Does Redis Undermine a Key REST Tenet?

While I have always admired the elegance of REST's resource model and its standardised verbs and status codes, there are two things about the RESTful style that I think are drawbacks when building complex applications. One is its client/server model rather than a peer-to-peer model, which I think would have been more generic and useful, especially when unsolicited notifications need to be supported. The second, which is what I want to talk about now, is the insistence on statelessness (or alternatively forcing anything stateful to be either managed by the client or modelled as a resource). This is an acceptable approach for application domain-specific elements, but there is also a domain-neutral class of session-stateful elements that are useful for providing Qualities of Service (such as a sliding window of message sequence numbers for reliability, or session keys for security).
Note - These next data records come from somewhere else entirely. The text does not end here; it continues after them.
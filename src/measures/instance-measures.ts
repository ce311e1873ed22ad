import type { Bank } from '../bank/bank.js';
import { type AccountNames, accountMeasures } from './account-measures.js';
import { type AgeingFacts, type AgeingNames, ageingMeasures } from './ageing.js';
import type { BankAccount } from './bank-account.js';
import { type CycleLog, MAIN_MARGIN } from './cycle-log.js';
import { growthPerMonth, meanOf } from './drift.js';
import { windowCycles } from './measure.js';
import { CYCLE_MEASURES, type CycleMeasureName, MEASURES, type MeasureName } from './registry.js';
import { type SharingFacts, type SharingNames, sharingMeasures } from './sharing.js';

/** What a capacity test found. */
export interface TestedCapacity {
  readonly usableAh: number;
  readonly usableWh: number;
  /** Delivered until the first string was lost; all of it if none was. */
  readonly toFirstStringAh: number;
  /** Sum of all cell capacities over the cells in series. */
  readonly idealAh: number;
}

export interface InstanceFacts {
  readonly log: CycleLog;
  /** The twin's log and capacity; null for the twin itself. */
  readonly twin: { readonly log: CycleLog; readonly capacity: TestedCapacity } | null;
  readonly account: BankAccount;
  readonly start: TestedCapacity;
  readonly end: TestedCapacity;
  readonly driftLimitFraction: number;
  readonly sharing: SharingFacts;
  /** Null or absent where no cell ages. */
  readonly ageing?: AgeingFacts | null;
}

/** All measures of one instance in the order of the registry, in the registry's units; null where one does not apply. */
export function instanceMeasures(bank: Bank, facts: InstanceFacts): (number | null)[] {
  const values: Record<MeasureName, number | null> = {
    ...cutoffMeasures(facts),
    ...lossMeasures(facts),
    ...driftMeasures(bank, facts),
    ...capacityMeasures(bank, facts),
    ...sharingMeasures(facts.sharing),
    ...accountMeasures(facts.account, facts.log.elapsedS),
    ...ageingMeasures(facts.ageing ?? null),
  };
  return MEASURES.map(({ name }) => values[name]);
}

/** Values at a checkpoint cycle (from 1), in the order of the cycle measures. */
export function cycleValues(bank: Bank, log: CycleLog, cycle: number): (number | null)[] {
  const upTo = (flags: Uint8Array, bit = 255): number => count(flags, bit, 0, cycle);
  const percent = 100 / bank.driftRatedAh;
  const values: Record<CycleMeasureName, number | null> = {
    drift: bank.positions > 1 ? percent * log.moduleDriftAh[cycle - 1] : null,
    cell_drift: percent * log.cellDriftAh[cycle - 1],
    trips: log.trips.subarray(0, cycle).reduce((sum, trips) => sum + trips, 0),
    energy_not_supplied: log.lostWh.subarray(0, cycle).reduce((sum, wh) => sum + wh, 0) / 1000,
    early_cutoffs_on_charge: upTo(log.chargeCutoff, MAIN_MARGIN),
    early_cutoffs_on_discharge: upTo(log.dischargeCutoff),
  };
  return CYCLE_MEASURES.map(({ name }) => values[name]);
}

type Part<Names extends MeasureName> = Record<Names, number | null>;
type CutoffNames = Extract<MeasureName, `early_cutoff${string}` | `charge_missed${string}`>;
type DriftNames = Extract<MeasureName, `drift${string}` | `cell_drift${string}` | 'charge_spread_at_end_of_charge'>;
type CapacityNames = Extract<MeasureName, `usable${string}` | `lost_capacity${string}`>;
type LossNames = Exclude<
  MeasureName,
  CutoffNames | DriftNames | CapacityNames | SharingNames | AccountNames | AgeingNames
>;

function cutoffMeasures({ log, twin }: InstanceFacts): Part<CutoffNames> {
  const { from } = windowCycles('last-30', log.cycles);
  const start = from - 1;
  const cycles = log.cycles;
  const days = ((cycles - start) * log.elapsedS) / cycles / 86400;
  const some = (flags: Uint8Array, bit = 255): number => (count(flags, bit, start, cycles) > 0 ? 1 : 0);
  const share = (flags: Uint8Array, bit = 255): number => (100 * count(flags, bit, start, cycles)) / (cycles - start);
  const spread = (flags: Uint8Array, twinFlags: Uint8Array, bit: number, byDuty: boolean): number => {
    for (let at = start; at < cycles; at++) {
      const inTwin = (twinFlags[at] & bit) !== 0;
      if ((flags[at] & bit) !== 0 && inTwin === byDuty) return 1;
    }
    return 0;
  };
  const own = twin?.log ?? log;
  return {
    early_cutoff_on_charge: some(log.chargeCutoff, MAIN_MARGIN),
    early_cutoff_on_charge_margin_2: some(log.chargeCutoff, 1),
    early_cutoff_on_charge_margin_10: some(log.chargeCutoff, 4),
    early_cutoff_on_charge_ever: log.firstOnCharge === null ? 0 : 1,
    early_cutoff_on_charge_by_spread: spread(log.chargeCutoff, own.chargeCutoff, MAIN_MARGIN, false),
    early_cutoff_on_charge_by_duty: spread(log.chargeCutoff, own.chargeCutoff, MAIN_MARGIN, true),
    early_cutoff_on_charge_by_over_voltage: some(log.chargeCutoffByVoltage),
    early_cutoff_on_charge_by_over_current: some(log.chargeCutoffByCurrent),
    early_cutoff_on_charge_cycles: share(log.chargeCutoff, MAIN_MARGIN),
    early_cutoff_on_charge_first_cycle: log.firstOnCharge?.cycle ?? null,
    early_cutoff_on_charge_first_string: log.firstOnCharge?.string ?? null,
    early_cutoff_on_charge_first_position: log.firstOnCharge?.position ?? null,
    early_cutoff_on_charge_first_cell: cellOf(log.firstOnCharge),
    charge_missed_on_charge: (meanOf(log.chargeMissedAh, start, cycles) * (cycles - start)) / days,
    early_cutoff_on_discharge: some(log.dischargeCutoff),
    early_cutoff_on_discharge_ever: log.firstOnDischarge === null ? 0 : 1,
    early_cutoff_on_discharge_by_spread: spread(log.dischargeCutoff, own.dischargeCutoff, 1, false),
    early_cutoff_on_discharge_by_duty: spread(log.dischargeCutoff, own.dischargeCutoff, 1, true),
    early_cutoff_on_discharge_by_under_voltage: some(log.dischargeCutoffByVoltage),
    early_cutoff_on_discharge_by_over_current: some(log.dischargeCutoffByCurrent),
    early_cutoff_on_discharge_cycles: share(log.dischargeCutoff),
    early_cutoff_on_discharge_first_cycle: log.firstOnDischarge?.cycle ?? null,
    early_cutoff_on_discharge_first_string: log.firstOnDischarge?.string ?? null,
    early_cutoff_on_discharge_first_position: log.firstOnDischarge?.position ?? null,
    early_cutoff_on_discharge_first_cell: cellOf(log.firstOnDischarge),
    charge_missed_on_discharge: (meanOf(log.chargeLeftAh, start, cycles) * (cycles - start)) / days,
  };
}

function lossMeasures({ log, twin }: InstanceFacts): Part<LossNames> {
  const own = twin?.log ?? log;
  const { cycles } = log;
  let [stringBySpread, loadBySpread, loadByDuty, lostWh, lostBySpreadWh] = [0, 0, 0, 0, 0];
  for (let at = 0; at < cycles; at++) {
    if (log.stringLost[at] === 1 && own.stringLost[at] === 0) stringBySpread = 1;
    if (log.loadLost[at] === 1 && own.loadLost[at] === 0) loadBySpread = 1;
    if (log.loadLost[at] === 1 && own.loadLost[at] === 1) loadByDuty = 1;
    lostWh += log.lostWh[at];
    if (own.loadLost[at] === 0) lostBySpreadWh += log.lostWh[at];
  }
  const stringLostDays = count(log.stringLost, 1, 0, cycles);
  const loadLostDays = count(log.loadLost, 1, 0, cycles);
  return {
    string_lost: stringLostDays > 0 ? 1 : 0,
    string_lost_days: stringLostDays,
    string_lost_by_spread: stringBySpread,
    load_lost: loadLostDays > 0 ? 1 : 0,
    load_lost_days: loadLostDays,
    load_lost_by_spread: loadBySpread,
    load_lost_by_duty: loadByDuty,
    energy_not_supplied: lostWh / 1000,
    energy_not_supplied_by_spread: lostBySpreadWh / 1000,
    charge_ended_by_bms: (100 * count(log.endedByBms, 1, 0, cycles)) / cycles,
    over_voltage_trips: log.overVoltageTrips / cycles,
    under_voltage_trips: log.underVoltageTrips / cycles,
    over_current_trips: log.overCurrentTrips / cycles,
    averaged_chatter: log.averagedChatter ? 1 : 0,
  };
}

function driftMeasures(bank: Bank, { log, driftLimitFraction }: InstanceFacts): Part<DriftNames> {
  const { cycles } = log;
  const { from } = windowCycles('last-7', cycles);
  const percent = 100 / bank.driftRatedAh;
  const cycleDays = log.elapsedS / cycles / 86400;
  const moduleAh = meanOf(log.moduleDriftAh, from - 1, cycles);
  const cellAh = meanOf(log.cellDriftAh, from - 1, cycles);
  const scaled = (growthAh: number | null): number | null => (growthAh === null ? null : percent * growthAh);
  const several = bank.positions > 1;
  const past = log.moduleDriftAh.findIndex((driftAh) => driftAh > driftLimitFraction * bank.driftRatedAh);
  return {
    drift: several ? percent * moduleAh : null,
    drift_charge: several ? moduleAh : null,
    drift_growth: several ? scaled(growthPerMonth(log.moduleDriftAh, cycleDays)) : null,
    cell_drift: percent * cellAh,
    cell_drift_charge: cellAh,
    cell_drift_growth: scaled(growthPerMonth(log.cellDriftAh, cycleDays)),
    drift_past_limit: several ? (past >= 0 ? 1 : 0) : null,
    drift_past_limit_first_cycle: several && past >= 0 ? past + 1 : null,
    charge_spread_at_end_of_charge: several ? 100 * meanOf(log.chargeSpread, from - 1, cycles) : null,
  };
}

function capacityMeasures(bank: Bank, { start, end, twin }: InstanceFacts): Part<CapacityNames> {
  const twinAh = twin?.capacity.usableAh ?? end.usableAh;
  return {
    usable_capacity_start: start.usableAh,
    usable_capacity: end.usableAh,
    usable_energy_start: start.usableWh / 1000,
    usable_energy: end.usableWh / 1000,
    usable_to_first_string_start: start.toFirstStringAh,
    usable_to_first_string: end.toFirstStringAh,
    lost_capacity_start: 100 * (1 - start.usableAh / start.idealAh),
    lost_capacity: 100 * (1 - end.usableAh / end.idealAh),
    lost_capacity_of_rated: 100 * (1 - end.usableAh / bank.ratedAh),
    // A twin that can deliver nothing is no measure of anything.
    lost_capacity_of_twin: twinAh > 0 ? 100 * (1 - end.usableAh / twinAh) : null,
  };
}

function count(flags: Uint8Array, bit: number, from: number, to: number): number {
  let sum = 0;
  for (let at = from; at < to; at++) if ((flags[at] & bit) !== 0) sum++;
  return sum;
}

function cellOf(first: { readonly cell: number } | null): number | null {
  return first === null || first.cell === 0 ? null : first.cell;
}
These are common requirements that any application may require. This kind of session state is fundamentally different from domain-specific state, e.g., a shopping cart in an e-commerce application which would not be relevant to any other type of application.

The lack of support for this application domain-neutral subset of session state within the RESTful style of design costs us the ability to provide Qualities of Service in a uniform way (which the much-disdained WS-* is able to do using standards like WS-SecureConversation/WS-Security and WS-ReliableMessaging). [Many will point out that RESTful applications can use SSL for security, but the SSL protocol is not itself RESTful, and it breaks the cacheability and routability of REST operations.] So Qualities of Service end up becoming an application responsibility in RESTful applications, which has always struck me as a bit of a cop-out on the part of the protocol.

REST has standardised many other aspects of interaction and turned them into a uniform protocol that interacting systems can use. I would like to see QoS-related session management also similarly standardised and "pulled into the protocol", even if that protocol is not HTTP but something else (WebSockets?).

I have often wondered exactly why statefulness is considered "evil". There are two reasons, as far as I can tell - scalability and failure recovery. Session state occupies memory, so holding session state for multiple clients impacts the scalability of a server. Also, holding session state within a server makes it less easy for clients to switch to another if the one holding its session objects goes down. We'll need to have session-aware clusters rather than stateless farms of servers to provide failover, which again doesn't scale linearly.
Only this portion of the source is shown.